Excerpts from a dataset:
○ ○ ○ ○ ○ ○ ○
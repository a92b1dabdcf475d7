"""Doped silicon: gap narrowing, dopant ionisation, equilibrium carriers, ni_eff.

Outside checks name their source; checks against numbers computed from the same
equations are labelled as cross-checks or live in test_regression.py.
"""

import warnings

import numpy as np
import pytest
from helpers import minimum_ionised_fraction
from hypothesis import given, settings
from hypothesis import strategies as st

import matprops

APPARENT = ("slotboom-1976", "klaassen-1992", "delalamo-1985")
K_B = 8.617333262e-5  # eV/K, CODATA 2018 (exact)


def with_narrowing(model_id):
    return matprops.silicon(models={"gap_narrowing": model_id})


# ----------------------------------------------------------------- narrowing


@pytest.mark.model(
    "gap_narrowing/delalamo-1985",
    "gap_narrowing/klaassen-1992",
    "gap_narrowing/schenk-1998",
    "gap_narrowing/slotboom-1976",
)
@pytest.mark.parametrize("model_id", APPARENT + ("schenk-1998",))
def test_narrowing_is_about_a_tenth_of_an_ev_at_1e20(model_id):
    # common practice: heavily doped emitters (1e20 cm^-3) narrow the gap by roughly
    # 0.1 eV (published apparent and physical models span about 80-130 meV there)
    si = with_narrowing(model_id)
    dEg = si.gap_narrowing(300, Nd=1e20, n=1e20, p=1e1).m_as("eV")
    assert 0.08 <= dEg <= 0.13


@pytest.mark.model(
    "gap_narrowing/delalamo-1985",
    "gap_narrowing/klaassen-1992",
    "gap_narrowing/schenk-1998",
    "gap_narrowing/slotboom-1976",
)
@pytest.mark.parametrize("model_id", APPARENT + ("schenk-1998",))
def test_narrowing_vanishes_in_lightly_doped_silicon(model_id):
    # common practice: below about 1e15 cm^-3 narrowing is negligible (< 2 meV, under kT/10)
    si = with_narrowing(model_id)
    with warnings.catch_warnings():  # (apparent narrowings warn there: see below)
        warnings.simplefilter("ignore", matprops.ValidityWarning)
        dEg = si.gap_narrowing(300, Nd=1e14, n=1e14, p=1e6).m_as("eV")
    assert 0 <= dEg < 0.002


@pytest.mark.model("gap_narrowing/schenk-1998")
def test_schenk_cross_check_against_an_independent_implementation(si):
    # CROSS-CHECK, not validation: values computed in ../shared/reference/doping-models.md
    # §3.4 from the equations of a device simulator's implementation of Schenk (1998)
    # (Genius TCAD Open, Si_band_schenk.cc), majority density = N, minority = ni^2/N,
    # ni = 9.65e9, 300 K; printed to 0.1 meV.
    ni = 9.65e9
    n_type = {1e17: 12.1, 1e18: 28.8, 1e19: 54.8, 1e20: 90.8}
    p_type = {1e17: 12.3, 1e18: 31.5, 1e19: 60.9, 1e20: 105.4}
    for N, expected in n_type.items():
        value = si.gap_narrowing(300, Nd=N, n=N, p=ni**2 / N).m_as("meV")
        assert value == pytest.approx(expected, abs=0.06)
    for N, expected in p_type.items():
        value = si.gap_narrowing(300, Na=N, p=N, n=ni**2 / N).m_as("meV")
        assert value == pytest.approx(expected, abs=0.06)


@pytest.mark.model("gap_narrowing/schenk-1998")
def test_schenk_depends_on_free_carriers_and_splits_between_bands(si):
    # Schenk (1998) is a rigid shift of each band: both shifts > 0, and the
    # exchange-correlation part grows with injected carriers
    dec, dev = si.band_edge_shifts(300, Na=1e16, n=1e4, p=1e16)
    assert dec.m_as("eV") > 0 and dev.m_as("eV") > 0
    low = si.gap_narrowing(300, Na=1e16, n=1e4, p=1e16)
    high = si.gap_narrowing(300, Na=1e16, n=1e17, p=1.01e17)
    assert high > low


@pytest.mark.model("gap_narrowing/klaassen-1992")
def test_apparent_narrowing_splits_in_halves():
    si = with_narrowing("klaassen-1992")
    dec, dev = si.band_edge_shifts(300, Nd=[1e18, 1e19])
    np.testing.assert_array_equal(dec.magnitude, dev.magnitude)


@pytest.mark.model(
    "gap_narrowing/delalamo-1985",
    "gap_narrowing/klaassen-1992",
    "gap_narrowing/slotboom-1976",
    "intrinsic_density/couderc-2014",
)
def test_apparent_narrowing_is_composed_with_its_own_intrinsic_density():
    # an apparent narrowing describes ni_eff = ni_fit exp(dEg/2kT) with the ni it was
    # fitted with (recorded in its file); matprops must use that density, and say so
    for model_id in APPARENT:
        si = with_narrowing(model_id)
        fitted = si.model("gap_narrowing").conventions["intrinsic_density"].value
        dEg = si.gap_narrowing(300, Nd=1e19).m_as("eV")
        ni_eff = si.effective_intrinsic_density(300, Nd=1e19).m_as("cm^-3")
        assert ni_eff == pytest.approx(fitted * np.exp(dEg / (2 * K_B * 300)), rel=1e-12)
        note = si.provenance("effective_intrinsic_density")["composition"]
        assert model_id in note and "fitted with" in note
        record = si.provenance("effective_intrinsic_density")
        assert set(record["components"]) == {"intrinsic_density", "gap_narrowing"}


@pytest.mark.model(
    "densities_of_states/couderc-2014",
    "gap_narrowing/slotboom-1976",
    "intrinsic_density/couderc-2014",
    "ionisation/altermatt-2006",
)
def test_apparent_narrowing_with_fermi_dirac_statistics_warns():
    si = with_narrowing("slotboom-1976")
    with pytest.warns(matprops.ValidityWarning, match="counts degeneracy twice"):
        si.equilibrium(300, Nd=1e18, statistics="fermi-dirac")
    strict = matprops.silicon(models={"gap_narrowing": "slotboom-1976"}, strict=True)
    with pytest.raises(matprops.ValidityError):
        strict.equilibrium(300, Nd=1e18, statistics="fermi-dirac")


@pytest.mark.model("gap_narrowing/delalamo-1985")
def test_narrowing_outside_validity_warns_and_strict_raises():
    si = with_narrowing("delalamo-1985")
    with pytest.warns(matprops.ValidityWarning, match=r"acceptor_density .*1e\+17"):
        si.gap_narrowing(300, Na=1e19)
    with pytest.raises(matprops.ValidityError):
        matprops.silicon(models={"gap_narrowing": "delalamo-1985"}, strict=True).gap_narrowing(
            300, Na=1e19
        )


# ----------------------------------------------------------------- ionisation


@pytest.mark.model("ionisation/sze-2007")
def test_textbook_ionisation_energies():
    # Solymar & Walsh, Electrical Properties of Materials, Table 8.1, and Ahmed,
    # Physics and Engineering of Radiation Detection, Table 5.1.4: P and B 45 meV
    si = matprops.silicon(models={"ionisation": "sze-2007"})
    assert si.ionisation_energy(1e15, "phosphorus").m_as("meV") == pytest.approx(45, abs=0.5)
    assert si.ionisation_energy(1e15, "boron").m_as("meV") == pytest.approx(45, abs=0.5)
    # Ahmed Table 5.1.4: In 157 meV; Solymar & Walsh: 160 meV (the spread of the two)
    assert 157 <= si.ionisation_energy(1e15, "In").m_as("meV") <= 160


@pytest.mark.model("ionisation/altermatt-2006")
def test_altermatt_level_falls_with_density_and_merges(si):
    energy, share = si.dopant_level([1e14, 1e18, 1e19, 1e20], "phosphorus")
    assert np.all(np.diff(energy.m_as("eV")) < 0) and np.all(np.diff(share.magnitude) < 0)
    # at low density the level is the isolated-donor value, about 45 meV (Solymar & Walsh
    # Table 8.1; Altermatt et al. 2006 use 45.5 meV)
    assert energy[0].m_as("meV") == pytest.approx(45, abs=1)


@pytest.mark.model("ionisation/altermatt-2006")
@pytest.mark.parametrize("species, published", [("phosphorus", 0.76), ("boron", 0.73)])
def test_minimum_ionised_fraction_at_300K(si, species, published):
    # Altermatt et al. 2006, J. Appl. Phys. 100, 113715, Fig. 5, as read in the nextnano3
    # tutorial on incomplete ionisation: the ionised fraction at 300 K dips to about 0.76
    # (Si:P) and 0.73 (Si:B) near 2-3e18 cm^-3; +-0.02 for reading a figure second-hand.
    # The release default as it is: its levels carry the densities of states and the
    # statistics the model was fitted with (its fit conventions), so the release's own
    # couderc-2014 Nv (19 % below Green's) no longer deepens the boron dip to 0.69.
    # (For P the recalled N_ref was preferred over another source's value because it
    # reproduces this figure: this check is not independent of that choice.)
    assert minimum_ionised_fraction(si, species) == pytest.approx(published, abs=0.02)


@pytest.mark.model("ionisation/altermatt-2006")
@pytest.mark.xfail(
    strict=True,
    reason="the recalled arsenic parameters of altermatt-2006 "
    "give 0.69 against the published 0.66: they are doubtful (see the file)",
)
def test_minimum_ionised_fraction_arsenic(si):
    # Altermatt et al. 2006, J. Appl. Phys. 100, 113715, Fig. 5 (via the nextnano3 tutorial)
    assert minimum_ionised_fraction(si, "arsenic") == pytest.approx(0.66, abs=0.02)


@pytest.mark.model(
    "densities_of_states/couderc-2014",
    "gap_narrowing/schenk-1998",
    "intrinsic_density/couderc-2014",
    "ionisation/altermatt-2006",
)
def test_unknown_or_wrong_kind_of_dopant_lists_the_valid_ones(si):
    with pytest.raises(matprops.InputError, match="donor species: one of phosphorus, arsenic"):
        si.equilibrium(300, Nd=1e16, donor="boron")
    with pytest.raises(matprops.InputError, match="antimony"):
        si.dopant_level(1e16, "unobtainium")
    # a species a model has no set for and no stand-in: the error lists what is served
    with pytest.raises(
        matprops.UnknownVariantError, match="known: antimony, arsenic, boron, phosphorus"
    ):
        si.doping_from_resistivity(1.0, "23 degC", "gallium", conversion="standard")


def test_gallium_indium_aluminium_antimony_are_served_and_labelled(si):
    # the release's ionisation (Altermatt et al.: P, As, B) names sze-2007's fixed levels
    # for the other species; Sze & Ng / Genius TCAD Open (secondary): Ga 72, In 160,
    # Al 67, Sb 39 meV
    for species, energy in (("gallium", 72), ("indium", 160), ("aluminium", 67), ("antimony", 39)):
        assert si.ionisation_energy(1e15, species).m_as("meV") == pytest.approx(energy)
    stand_ins = si.provenance("ionisation")["stand_ins"]
    assert stand_ins["gallium"]["model"] == "sze-2007"
    assert si.provenance("mobility")["stand_ins"]["gallium"]["variant"] == "boron"
    # a deeper level ionises less: gallium-doped silicon has fewer holes than boron-doped
    ga = si.equilibrium(300, Na=1e17, acceptor="gallium").hole_density.m
    b = si.equilibrium(300, Na=1e17).hole_density.m
    assert ga < 0.95 * b


# ----------------------------------------------------------------- equilibrium


@pytest.mark.model(
    "densities_of_states/couderc-2014",
    "gap_narrowing/schenk-1998",
    "intrinsic_density/couderc-2014",
    "ionisation/altermatt-2006",
)
def test_boltzmann_low_doping_limits(si):
    # common practice (textbook, Boltzmann statistics, complete ionisation): n0 = Nd,
    # p0 = ni^2/Nd, and the Fermi level lies kT ln(Nd/ni) above the intrinsic level.
    # At 1e14 cm^-3 incomplete ionisation changes n0 by < 1e-4, and the narrowing (a few
    # tenths of a meV, negligible by common practice) enters through ni_eff and the edge.
    T, N = 300.0, 1e14
    state = si.equilibrium(T, Nd=N, statistics="boltzmann")
    ni = si.intrinsic_density(T).m_as("cm^-3")
    ni_eff = state.effective_intrinsic_density.m_as("cm^-3")
    assert ni_eff == pytest.approx(ni, rel=0.02)
    assert state.n.m_as("cm^-3") == pytest.approx(N, rel=1e-4)
    assert state.p.m_as("cm^-3") == pytest.approx(ni_eff**2 / N, rel=2e-4)
    shift = state.conduction_edge_shift.m_as("eV")
    assert 0 <= shift < 1e-3
    assert state.fermi_level.m_as("eV") == pytest.approx(K_B * T * np.log(N / ni) - shift, abs=1e-5)
    p_type = si.equilibrium(T, Na=N, statistics="boltzmann")
    assert p_type.p.m_as("cm^-3") == pytest.approx(N, rel=1e-4)
    assert p_type.fermi_level.m_as("eV") == pytest.approx(-K_B * T * np.log(N / ni), abs=1e-3)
○ ○ ○ ○ ○ ○ ○
Exercise: Working through the entries above, copy every line in which "negligible" is found.

Response area:
    # common practice: below about 1e15 cm^-3 narrowing is negligible (< 2 meV, under kT/10)
    # tenths of a meV, negligible by common practice) enters through ni_eff and the edge.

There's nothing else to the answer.